*YOUR INSTRUCTIONS*
In the records, find each line where "typed" occurs, and copy it.

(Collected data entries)

::::

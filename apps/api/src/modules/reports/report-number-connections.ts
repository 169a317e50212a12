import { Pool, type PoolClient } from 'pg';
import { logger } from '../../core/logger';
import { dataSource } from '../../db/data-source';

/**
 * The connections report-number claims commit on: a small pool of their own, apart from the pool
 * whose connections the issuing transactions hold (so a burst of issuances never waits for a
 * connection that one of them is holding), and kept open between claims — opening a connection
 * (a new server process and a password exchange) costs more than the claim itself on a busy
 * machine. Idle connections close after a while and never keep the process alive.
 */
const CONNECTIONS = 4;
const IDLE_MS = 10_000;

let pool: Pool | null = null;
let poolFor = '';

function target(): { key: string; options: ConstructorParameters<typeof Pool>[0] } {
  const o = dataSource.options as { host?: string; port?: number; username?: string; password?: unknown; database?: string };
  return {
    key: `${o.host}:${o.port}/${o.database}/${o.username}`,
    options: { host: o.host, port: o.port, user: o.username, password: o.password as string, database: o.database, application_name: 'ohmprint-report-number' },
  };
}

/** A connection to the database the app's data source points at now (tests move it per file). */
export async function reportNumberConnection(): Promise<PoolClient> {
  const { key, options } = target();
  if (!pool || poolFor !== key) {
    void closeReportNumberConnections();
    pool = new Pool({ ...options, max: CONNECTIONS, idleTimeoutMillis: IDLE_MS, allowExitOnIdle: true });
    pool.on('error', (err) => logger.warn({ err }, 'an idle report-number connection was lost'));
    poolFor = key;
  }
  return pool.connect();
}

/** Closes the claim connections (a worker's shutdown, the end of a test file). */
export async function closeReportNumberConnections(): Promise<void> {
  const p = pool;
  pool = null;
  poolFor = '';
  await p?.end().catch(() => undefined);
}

::::

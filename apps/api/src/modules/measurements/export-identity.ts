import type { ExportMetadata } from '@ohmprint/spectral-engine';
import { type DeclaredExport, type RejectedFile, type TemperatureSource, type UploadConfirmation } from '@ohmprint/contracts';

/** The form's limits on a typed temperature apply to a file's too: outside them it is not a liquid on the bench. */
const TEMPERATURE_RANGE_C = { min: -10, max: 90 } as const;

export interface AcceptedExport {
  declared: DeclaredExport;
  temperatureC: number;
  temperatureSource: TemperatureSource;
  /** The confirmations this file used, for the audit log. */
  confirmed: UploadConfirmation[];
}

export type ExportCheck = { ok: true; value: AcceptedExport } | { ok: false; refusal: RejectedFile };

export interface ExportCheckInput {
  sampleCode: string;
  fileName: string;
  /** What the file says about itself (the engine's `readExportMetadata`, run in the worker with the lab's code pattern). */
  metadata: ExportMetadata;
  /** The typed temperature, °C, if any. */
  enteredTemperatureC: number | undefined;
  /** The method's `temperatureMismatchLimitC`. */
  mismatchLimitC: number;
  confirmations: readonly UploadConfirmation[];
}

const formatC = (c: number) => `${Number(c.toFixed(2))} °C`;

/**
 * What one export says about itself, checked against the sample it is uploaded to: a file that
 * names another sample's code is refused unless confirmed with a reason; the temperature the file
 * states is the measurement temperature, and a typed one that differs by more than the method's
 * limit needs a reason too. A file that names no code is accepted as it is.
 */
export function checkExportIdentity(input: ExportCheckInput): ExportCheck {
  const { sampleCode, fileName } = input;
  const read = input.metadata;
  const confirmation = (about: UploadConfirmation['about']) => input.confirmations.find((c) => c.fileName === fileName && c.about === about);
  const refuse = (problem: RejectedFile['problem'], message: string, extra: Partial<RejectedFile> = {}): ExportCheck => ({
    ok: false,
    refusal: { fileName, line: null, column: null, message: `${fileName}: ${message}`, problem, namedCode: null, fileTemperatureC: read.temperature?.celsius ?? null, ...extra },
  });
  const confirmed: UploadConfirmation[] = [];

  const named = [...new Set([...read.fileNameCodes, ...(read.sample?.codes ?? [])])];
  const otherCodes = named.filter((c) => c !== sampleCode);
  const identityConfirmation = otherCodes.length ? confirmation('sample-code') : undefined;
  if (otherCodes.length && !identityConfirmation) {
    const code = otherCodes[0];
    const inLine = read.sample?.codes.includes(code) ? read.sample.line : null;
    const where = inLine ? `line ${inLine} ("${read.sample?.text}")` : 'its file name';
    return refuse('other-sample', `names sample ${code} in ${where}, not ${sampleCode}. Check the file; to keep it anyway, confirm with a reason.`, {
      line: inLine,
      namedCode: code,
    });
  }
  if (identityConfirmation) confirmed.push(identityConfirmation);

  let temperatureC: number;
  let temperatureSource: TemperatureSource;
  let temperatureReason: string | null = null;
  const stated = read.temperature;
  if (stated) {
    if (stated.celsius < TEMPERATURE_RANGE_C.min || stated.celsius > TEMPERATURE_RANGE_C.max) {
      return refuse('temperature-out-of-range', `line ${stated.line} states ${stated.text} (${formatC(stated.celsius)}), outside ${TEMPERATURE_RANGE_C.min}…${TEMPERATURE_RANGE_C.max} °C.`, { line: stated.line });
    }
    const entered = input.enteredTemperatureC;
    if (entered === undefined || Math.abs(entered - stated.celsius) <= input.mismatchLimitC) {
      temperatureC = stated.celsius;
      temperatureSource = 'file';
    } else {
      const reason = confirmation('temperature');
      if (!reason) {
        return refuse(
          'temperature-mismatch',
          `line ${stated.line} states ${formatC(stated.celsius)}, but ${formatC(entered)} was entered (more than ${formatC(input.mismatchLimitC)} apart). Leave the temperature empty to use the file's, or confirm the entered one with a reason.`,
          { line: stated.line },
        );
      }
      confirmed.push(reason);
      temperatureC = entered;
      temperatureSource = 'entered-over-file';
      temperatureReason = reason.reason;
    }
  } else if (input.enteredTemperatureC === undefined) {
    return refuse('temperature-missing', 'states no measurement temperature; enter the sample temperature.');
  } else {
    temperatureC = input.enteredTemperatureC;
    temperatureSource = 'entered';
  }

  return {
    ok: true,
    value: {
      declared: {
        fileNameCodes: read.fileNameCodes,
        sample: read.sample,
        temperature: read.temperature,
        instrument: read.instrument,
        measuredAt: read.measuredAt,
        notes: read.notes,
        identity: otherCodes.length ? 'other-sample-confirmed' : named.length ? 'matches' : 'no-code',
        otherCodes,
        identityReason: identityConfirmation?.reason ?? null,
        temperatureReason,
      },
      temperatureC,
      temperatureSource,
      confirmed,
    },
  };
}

::::

*WRITTEN ANSWER*
/** The form's limits on a typed temperature apply to a file's too: outside them it is not a liquid on the bench. */
  /** The typed temperature, °C, if any. */
 * states is the measurement temperature, and a typed one that differs by more than the method's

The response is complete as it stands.